Speaker
Description
The modern theory of the structure of light nuclei is dynamically developing due to the introduction of ab initio (from first principles) methods of describing nuclear systems. An essential place among such methods is occupied by various versions of No-Core Shell Model (NCSM) (see, for example, [1]) that uses realistic NN potentials to describe the interaction of nucleons. Usually, these potentials are derived from Chiral Effective Field Theory. The discussed approach makes it possible to successfully describe the spectra of nuclei up to masses A ~ 16 in a wide range of energies. The radii and electromagnetic moments of the low-lying states of nuclei and, in part, the electromagnetic M1 and E2 transitions are also described satisfactorily.
In the literature, there are also several successful attempts to describe the total widths of the nucleon and cluster decay of nuclear states [2,3]. In our works [4, 5], we developed a method that makes it possible to solve the problem of multichannel decay of nuclei and calculate the partial widths of decay into a variety of channels. The talk demonstrates the capabilities of the developed approach: a wide range of studied levels, the quality of description of level energies, total and partial widths known from experiment. The decay characteristics of the known and not yet discovered states, as well as the energies of the latter, are predicted. The most striking prediction seems to be the prediction of a new previously not observed rotational band of strongly clustered states 0+, 2+, 4+ in the 8Be nucleus.

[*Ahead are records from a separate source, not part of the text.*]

/// Builds and factors the boundary-value matrix of `layers` into `work`, unless it holds
/// the factorization for the same layers and diffuse albedo already.
fn factor<const H: usize, const F: usize>(
    layers: &[&FixedModes<H, F>],
    quad: &FixedQuadrature<H, F>,
    albedo_diffuse: f64,
    work: &mut FixedWork,
) {
    let nl = layers.len();
    let key_len = 1 + nl * (F + 2);
    let same = work.key.len() == key_len
        && work.key[0] == albedo_diffuse
        && layers.iter().enumerate().all(|(p, l)| {
            let k = &work.key[1 + p * (F + 2)..1 + (p + 1) * (F + 2)];
            k[0] == l.tau_scaled && k[1] == l.ssa_scaled && k[2..] == l.moments[..]
        });
    if same {
        return;
    }
    work.key.clear();
    work.key.push(albedo_diffuse);
    for l in layers {
        work.key.push(l.tau_scaled);
        work.key.push(l.ssa_scaled);
        work.key.extend_from_slice(&l.moments);
    }
    let size = F * nl;
    let a = &mut work.lu;
    a.clear();
    a.resize(size * size, 0.0);
    // Top: no diffuse light enters (downward rows of the first layer's top values).
    for i in 0..H {
        a[i * size..i * size + F].copy_from_slice(&layers[0].at_top[H + i]);
    }
    // Continuity at the interfaces.
    for p in 0..nl.saturating_sub(1) {
        let row0 = H + F * p;
        let (c0, c1) = (F * p, F * (p + 1));
        for r in 0..F {
            let row = (row0 + r) * size;
            a[row + c0..row + c0 + F].copy_from_slice(&layers[p].at_bottom[r]);
            for c in 0..F {
                a[row + c1 + c] = -layers[p + 1].at_top[r][c];
            }
        }
    }
    // Surface: I⁺_i − 2A_d Σ_j w_j μ_j I⁻_j.
    let last = layers[nl - 1];
    let row0 = size - H;
    let c0 = F * (nl - 1);
    let mut reflected = [0.0; F];
    for (c, v) in reflected.iter_mut().enumerate() {
        for j in 0..H {
            *v += 2.0 * albedo_diffuse * quad.wmu[j] * last.at_bottom[H + j][c];
        }
    }
    for i in 0..H {
        let row = (row0 + i) * size;
        for c in 0..F {
            a[row + c0 + c] = last.at_bottom[i][c] - reflected[c];
        }
    }
    work.regular = factor_banded(a, &mut work.pivots, size, 3 * H - 1);
}
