impl Val {
    pub(crate) fn text(&self) -> String {
        let f = |b: &u64| format_number(f64::from_bits(*b));
        match self {
            Val::Num(b) => f(b),
            Val::AtSite(b, site) => format!("{} (site {site})", f(b)),
            Val::SurfaceAt(s, site) => format!("{s} (site {site})"),
            Val::Offset(b) => format_offset(f64::from_bits(*b)),
            Val::OffsetAt(b, site) => {
                format!("{} (site {site})", format_offset(f64::from_bits(*b)))
            }
            Val::Text(t) => t.to_string(),
            Val::Owned(s) => s.clone(),
        }
    }
}

/// An accepted row before the frame is built.
#[derive(Debug, Clone)]
pub(crate) struct Accepted {
    pub origin: RowOrigin,
    pub site: String,
    /// The site as compared for duplicates.
    pub site_key: Arc<str>,
    /// Full name from the row's site-name column, if any.
    pub site_full_name: Option<String>,
    pub observation: Observation,
    pub warnings: Vec<RowWarning>,
    pub assumptions: Vec<(&'static str, Val, ValueSource)>,
    /// AOD as measured, (wavelength [nm], value).
    pub aod_measured: Vec<(f64, f64)>,
    pub albedo: Option<f64>,
    pub surface: SurfaceType,
}

/// Rows of all sheets so far.
#[derive(Debug, Default)]
pub(crate) struct Rows {
    /// Boxed: rows are built in parallel and then only their pointers move (an accepted
    /// row is some 400 bytes).
    #[allow(clippy::vec_box)]
    pub accepted: Vec<Box<Accepted>>,
    pub rejected: Vec<Rejection>,
    pub counts: Counts,
    pub warnings: Vec<String>,
    /// (site key, time [ms]) → index of the first accepted row.
    seen: HashMap<(Arc<str>, i64), usize, FxBuild>,
}

/// Everything the row reader needs about a sheet.
pub(crate) struct SheetContext<'a> {
    pub file: &'a str,
    pub sheet: &'a str,
    pub grid: &'a Grid,
    pub layout: &'a Layout,
    pub is_1904: bool,
    pub fill: &'a FillValues,
    pub sites: &'a SiteTable,
    pub spec: &'a InputSpec,
}

/// Read every data row of a sheet into `rows`.
pub(crate) fn read_rows(ctx: &SheetContext<'_>, rows: &mut Rows) {
    let grid = ctx.grid;
    let layout = ctx.layout;
    let start = layout.data_start();
    let measurement_cols: Vec<usize> = layout
        .columns
        .iter()
        .filter(|m| m.kind.is_measurement())
        .map(|m| m.col)
        .collect();
    let mapped_cols: Vec<usize> = layout.columns.iter().map(|m| m.col).collect();
    let last = (start..grid.height()).rev().find(|&r| {
        measurement_cols
            .iter()
            .any(|&c| !ctx.fill.is_missing(&grid.cell(r, c)))
    });
    let end = last.map_or(start, |l| l + 1);
    // Note rows after the data: ignored, but said.
    let notes: Vec<u32> = (end..grid.height())
        .filter(|&r| !grid.row_is_empty(r))
        .map(|r| grid.row_number(r))
        .collect();
    if !notes.is_empty() {
        rows.warnings.push(format!(
            "{}: {} row(s) after the last data row hold no measurement and are read as notes (rows {}{})",
            place(ctx.file, ctx.sheet),
            notes.len(),
            notes.iter().take(10).map(|n| n.to_string()).collect::<Vec<_>>().join(", "),
            if notes.len() > 10 {
                format!(" and {} more", notes.len() - 10)
            } else {
                String::new()
            }
        ));
    }
    // Rows are read and checked in parallel (each on its own), then counted and checked for
    // duplicates in order.
    use rayon::prelude::*;
    type RowResult = Result<Option<Box<Accepted>>, Problem>;
    let results: Vec<(usize, RowResult)> = (start..end)
        .into_par_iter()
        .with_min_len(1024)
        .filter_map(|r| {
            // Blank text counts as empty (a csv line of spaces is a blank line).
            let any_mapped = mapped_cols.iter().any(|&c| match grid.cell(r, c) {
                Cell::Empty => false,
                Cell::Text(t) => !t.trim().is_empty(),
                _ => true,
            });
            if !any_mapped && grid.row_is_empty(r) {
                return None;
            }
            let mut result = super::row::read_row(ctx, r).map(|a| a.map(Box::new));
            if let Ok(Some(acc)) = &mut result {
                acc.origin = RowOrigin {
                    file: ctx.file.to_string(),
                    sheet: ctx.sheet.to_string(),
                    row: grid.row_number(r),
                };
            }
            Some((r, result))
        })
        .collect();
    rows.accepted.reserve(results.len());
    rows.seen.reserve(results.len());
    for (r, result) in results {
        rows.counts.read += 1;
        match result {
            Err(p) => {
                let origin = RowOrigin {
                    file: ctx.file.to_string(),
                    sheet: ctx.sheet.to_string(),
                    row: grid.row_number(r),
                };
                rows.counts.rejected += 1;
                rows.rejected.push(Rejection {
                    file: origin.file,
                    sheet: origin.sheet,
                    row: origin.row,
                    cell: p.col.map(|c| grid.a1(r, c)).unwrap_or_default(),
                    column: p.column,
                    value: p.value,
                    reason: p.reason,
                });
            }
            Ok(None) => rows.counts.outside_period += 1,
            Ok(Some(acc)) => {
                let key = (
                    if acc.site.is_empty() {
                        Arc::from(format!(
                            "{:.5},{:.5}",
                            acc.observation.latitude_deg, acc.observation.longitude_deg
                        ))
                    } else {
                        acc.site_key.clone()
                    },
                    acc.observation.time_utc.timestamp_millis(),
                );
                // Rows placed by their date alone share a nominal time: not duplicates.
                let nominal_time = lacks_time_of_day(&acc.warnings);
                if let Some(&first) = rows.seen.get(&key).filter(|_| !nominal_time) {
                    let f = &rows.accepted[first].origin;
                    let origin = acc.origin;
                    let first_ref = if f.file == origin.file && f.sheet == origin.sheet {
                        format!("row {}", f.row)
                    } else {
                        format!("{}, row {}", place(&f.file, &f.sheet), f.row)
                    };
                    let tc = layout
                        .columns
                        .iter()
                        .find(|m| m.kind == Kind::Time)
                        .map(|m| m.col);
                    rows.counts.rejected += 1;
                    rows.rejected.push(Rejection {
                        file: origin.file,
                        sheet: origin.sheet,
                        row: origin.row,
                        cell: tc.map(|c| grid.a1(r, c)).unwrap_or_default(),
                        column: "time".into(),
                        value: acc.observation.time_utc.format("%Y-%m-%dT%H:%M:%SZ").to_string(),
                        reason: format!(
                            "duplicate of {first_ref}: same site ({}) and time ({}); the first is computed",
                            if acc.site.is_empty() { key.0.to_string() } else { acc.site.clone() },
                            acc.observation.time_utc.format("%Y-%m-%d %H:%M:%S UTC")
                        ),
                    });
                    continue;
                }
                if !nominal_time {
                    rows.seen.insert(key, rows.accepted.len());
                }
                rows.counts.computed += 1;
                rows.accepted.push(acc);
            }
        }
    }
}
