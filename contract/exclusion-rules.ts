/**
 * An exclusion rule: a criterion on one participant-sheet column that sets a
 * participant aside, with its reason (e.g. mean_fd > 0.5 "motion"). One
 * definition for the analysis plan (rules applied as set-asides,
 * contract/plans.ts) and the specification curve (rules switched on and
 * off as alternatives). Zod only.
 *
 * Evaluation (`meetsRule`): a value and the rule's value that both read as
 * numbers compare as numbers (text such as "10" counts as the number 10);
 * otherwise only `==` and `!=` apply, comparing text (an ordering operator
 * on text meets nothing). A missing value (null, NaN, empty text) meets no
 * rule under "keep" and every rule under "set-aside".
 */
import { z } from "zod";

export const ruleOps = ["<", "<=", ">", ">=", "==", "!="] as const;
export type RuleOp = (typeof ruleOps)[number];

/** What a missing value on a rule's column does: meets no rule, or every rule. */
export const missingRules = ["keep", "set-aside"] as const;
export type MissingRule = (typeof missingRules)[number];

/** Text of 1 to `max` characters (trimmed), with plain messages. */
export const boundedText = (max: number) =>
  z
    .string({ error: "must be text" })
    .trim()
    .min(1, { error: "must not be empty" })
    .max(max, { error: `must be at most ${max} characters` });

/** A criterion on a participant-sheet column: participants meeting it are set aside. */
export const exclusionRuleSchema = z.strictObject({
  column: boundedText(200),
  op: z.enum(ruleOps, { error: `must be one of ${ruleOps.join(" ")}` }),
  value: z.union([z.number().finite(), boundedText(500)], { error: "must be a number or text" }),
  reason: boundedText(500),
});
export type ExclusionRule = z.output<typeof exclusionRuleSchema>;

/** The criterion in plain words, e.g. "mean_fd > 0.5". */
export function criterionText(rule: ExclusionRule): string {
  return `${rule.column} ${rule.op} ${rule.value}`;
}

/** The rule in plain words with its reason, e.g. "mean_fd > 0.5 (motion)". */
export function ruleText(rule: ExclusionRule): string {
  return `${criterionText(rule)} (${rule.reason})`;
}

/**
 * The reason a model's rule leaves a participant out of a fit, e.g.
 * "rule: mean_fd > 0.5 (motion)" (an ordinary model's `exclusionRules`,
 * and the rules a specification of a curve switches on).
 */
export function modelRuleReason(rule: ExclusionRule): string {
  return `rule: ${ruleText(rule)}`;
}

/** The participants a model's rule left out of a fit (a fit result's `ruleExclusions`, in the rules' order). */
export interface RuleExclusion {
  rule: ExclusionRule;
  participants: string[];
}

function asNumber(v: string | number): number | null {
  if (typeof v === "number") return Number.isFinite(v) ? v : null;
  const t = v.trim();
  const n = Number(t);
  return t !== "" && Number.isFinite(n) ? n : null;
}

/** Whether a participant's value on the rule's column meets the rule (and so sets them aside). */
export function meetsRule(
  rule: ExclusionRule,
  raw: string | number | null | undefined,
  missing: MissingRule = "keep",
): boolean {
  const isMissing =
    raw === null ||
    raw === undefined ||
    (typeof raw === "number" && Number.isNaN(raw)) ||
    (typeof raw === "string" && raw.trim() === "");
  if (isMissing) return missing === "set-aside";
  const a = asNumber(raw);
  const b = asNumber(rule.value);
  if (a !== null && b !== null) {
    switch (rule.op) {
      case "<":
        return a < b;
      case "<=":
        return a <= b;
      case ">":
        return a > b;
      case ">=":
        return a >= b;
      case "==":
        return a === b;
      case "!=":
        return a !== b;
    }
  }
  const x = String(raw).trim();
  const y = String(rule.value).trim();
  if (rule.op === "==") return x === y;
  if (rule.op === "!=") return x !== y;
  return false;
}
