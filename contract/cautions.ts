/**
 * The cautions Covarion shows, in one place: on screens (plain words for the
 * person at the screen) and in the methods paragraph (academic English for a
 * paper). Each caution's threshold and text live here once; screens and the
 * methods paragraph import them. Pure strings and small functions (no
 * framework imports: the web app imports this module).
 *
 * - Research use: group-level associations are not a basis for decisions
 *   about an individual patient (on every screen, and next to one
 *   participant's values).
 * - Set-aside reasons decided before looking at results.
 * - Circular region selection (Vul et al. 2009; Kriegeskorte et al. 2009).
 * - Small samples: a region with fewer than `SMALL_SAMPLE_N` participants
 *   (threshold: common practice, no source; Marek et al. 2022, Nature
 *   603:654–660, show how small samples inflate brain–trait associations).
 * - Imprecise associations below `SMALL_ASSOCIATION_N` participants (methods
 *   paragraph; threshold: common practice, no source; after Marek et al. 2022).
 */
import type { ReferenceKey } from "./methods-text";

/** A caution for the methods paragraph: its sentence and the references it cites. */
export interface PaperCaution {
  text: string;
  references: readonly ReferenceKey[];
}

// ─── Research use ───

/** The research-use caution (app footer, sign-in). */
export const researchUseCaution =
  "Covarion is for research analysis. Group-level associations are not a basis for decisions about an individual patient.";

/** Shown next to one participant's values (region detail, participant card). */
export const individualCaution = "Not a basis for decisions about this individual.";

// ─── Set-asides ───

/** Shown before a participant is set aside. */
export const setAsideCaution =
  "Set participants aside only for reasons decided before looking at results (for example excessive motion or failed task checks). Every set-aside is logged with its reason.";

// ─── Circular region selection ───

const circularityReferences = [
  "Vul et al. 2009",
  "Kriegeskorte et al. 2009",
] as const satisfies readonly ReferenceKey[];

/** Shown with a model whose regions were chosen from the same data (model form, models list, fit screen). */
export const circularityCaution =
  "The regions were chosen from the same data this model tests. Selecting regions because they show an effect and then testing that effect on the same participants inflates it (Vul et al. 2009; Kriegeskorte et al. 2009). Choose regions from anatomy, prior literature or independent data, or report these results as exploratory.";

/** The methods paragraph's circularity caution. */
export const circularityPaperCaution: PaperCaution = {
  text: `Caution: the regions were chosen from the same data that were tested here, which inflates the reported effects; these results should be read as exploratory (${circularityReferences.join("; ")}).`,
  references: circularityReferences,
};

// ─── Small samples ───

/** A region with fewer participants than this gets the small-sample caution (common practice, no source). */
export const SMALL_SAMPLE_N = 20;

const smallSampleReferences = ["Marek et al. 2022"] as const satisfies readonly ReferenceKey[];

/** Why small samples call for caution (shared by the screen and the paper). */
const smallSampleReason = `estimates from samples this small vary widely from one sample to the next, and those that reach significance tend to be inflated (${smallSampleReferences.join("; ")})`;

/** True when a region's N calls for the small-sample caution. */
export function isSmallSample(n: number): boolean {
  return n < SMALL_SAMPLE_N;
}

/** The regions whose N is below `SMALL_SAMPLE_N`, in the given order. */
export function smallSampleRegions<R extends { readonly region: string; readonly n: number }>(
  regions: readonly R[],
): R[] {
  return regions.filter((r) => isSmallSample(r.n));
}

/** The fit screen's small-sample caution: a title, the text and the regions it names. */
export interface SmallSampleCaution {
  title: string;
  text: string;
  regions: { region: string; n: number }[];
}

/** Title of the small-sample notice on screens. */
export const smallSampleTitle = "Small sample";

/** How many regions the screen's caution names before "and k more". */
const namedRegionsMax = 5;

/**
 * The fit screen's small-sample caution for a fit's regions, or null when
 * every region has at least `SMALL_SAMPLE_N` participants. Cost O(regions).
 */
export function smallSampleCaution(
  regions: readonly { readonly region: string; readonly n: number }[],
): SmallSampleCaution | null {
  const small = smallSampleRegions(regions).map((r) => ({ region: r.region, n: r.n }));
  if (small.length === 0) return null;
  const named = small.slice(0, namedRegionsMax).map((r) => `${r.region}, N = ${r.n}`);
  const more = small.length - named.length;
  const where =
    regions.length === 1
      ? `this region (N = ${small[0].n})`
      : `${small.length} of ${regions.length} regions (${named.join("; ")}${more > 0 ? `; and ${more} more` : ""})`;
  return {
    title: smallSampleTitle,
    text: `Fewer than ${SMALL_SAMPLE_N} participants in ${where}: ${smallSampleReason}. Read the confidence interval, not only p.`,
    regions: small,
  };
}

/** The region detail's small-sample caution for one region's N, or null. */
export function regionSmallSampleCaution(n: number): string | null {
  if (!isSmallSample(n)) return null;
  return `Fewer than ${SMALL_SAMPLE_N} participants (N = ${n}): ${smallSampleReason}. Read the confidence interval, not only p.`;
}

/**
 * The methods paragraph's small-sample caution for the regions' N, or null.
 * Counts are numerals (journals' statistics style); the sentence starts
 * with "Caution:", never with a numeral.
 */
export function smallSamplePaperCaution(ns: readonly number[]): PaperCaution | null {
  const small = ns.filter(isSmallSample).length;
  if (small === 0) return null;
  const subject =
    ns.length === 1
      ? "the region was analysed with"
      : small === ns.length
        ? `all ${ns.length} regions were analysed with`
        : `${small} of the ${ns.length} regions ${small === 1 ? "was" : "were"} analysed with`;
  return {
    text: `Caution: ${subject} fewer than ${SMALL_SAMPLE_N} participants; ${smallSampleReason}.`,
    references: smallSampleReferences,
  };
}

// ─── Imprecise brain–trait associations ───

/** Association fits below this largest N get the imprecision caution (common practice, no source). */
export const SMALL_ASSOCIATION_N = 1000;

/** The methods paragraph's caution for an association fit whose largest N is below `SMALL_ASSOCIATION_N`, or null. */
export function associationPaperCaution(maxN: number): PaperCaution | null {
  if (maxN >= SMALL_ASSOCIATION_N) return null;
  return {
    text: `Caution: brain–trait associations estimated from fewer than ${SMALL_ASSOCIATION_N.toLocaleString("en")} participants are imprecise and tend to shrink on replication (${smallSampleReferences.join("; ")}); the confidence intervals, not only the p-values, should be reported.`,
    references: smallSampleReferences,
  };
}

// ─── Prediction: weights and in-sample scores ───

/** Title of the prediction fit's caution on screens. */
export const predictionCautionTitle = "Reading a prediction";

/**
 * Shown with every prediction fit (fit screen): the region weights of a
 * model that combines correlated regions cannot be read one by one (Haufe
 * et al. 2014, NeuroImage 87:96–110), and in-sample correlations overstate
 * how well a brain measure predicts a trait in new people (Poldrack,
 * Huckins & Varoquaux 2020).
 */
export const predictionCaution =
  "Report the held-out scores: a correlation computed on the same people a model was fitted to overstates how well it predicts new people. The weights show how the model combines the regions, not what each region does on its own: with correlated regions a weight can be large, small or of either sign for reasons that have nothing to do with that region's link to the trait (Haufe et al. 2014, NeuroImage 87:96–110).";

As a result, it is demonstrated that the complex of NCSM-based approaches developed to date by various theoretical groups has great predictive power and, in the near future, will become the basis of the direction that can be called theoretical nuclear spectroscopy of light nuclei.
- Dytrych T., Sviratcheva K. D., Bahri C., Draayer J. P., and Vary J. P., Phys. Rev. C 76, 014315 (2007).
- Quaglioni S., and Navratil P., Phys. Rev. C 79 044606 (2009).
- Neff T., Phys. Rev. Lett. 106 042502 (2011).
- Rodkin D. M., Tchuvil'sky Yu. M., 2020 Chin. Phys. C 44 124105.
- Rodkin D. M., Tchuvil'sky Yu. M., Phys. Rev. C 103, 024304.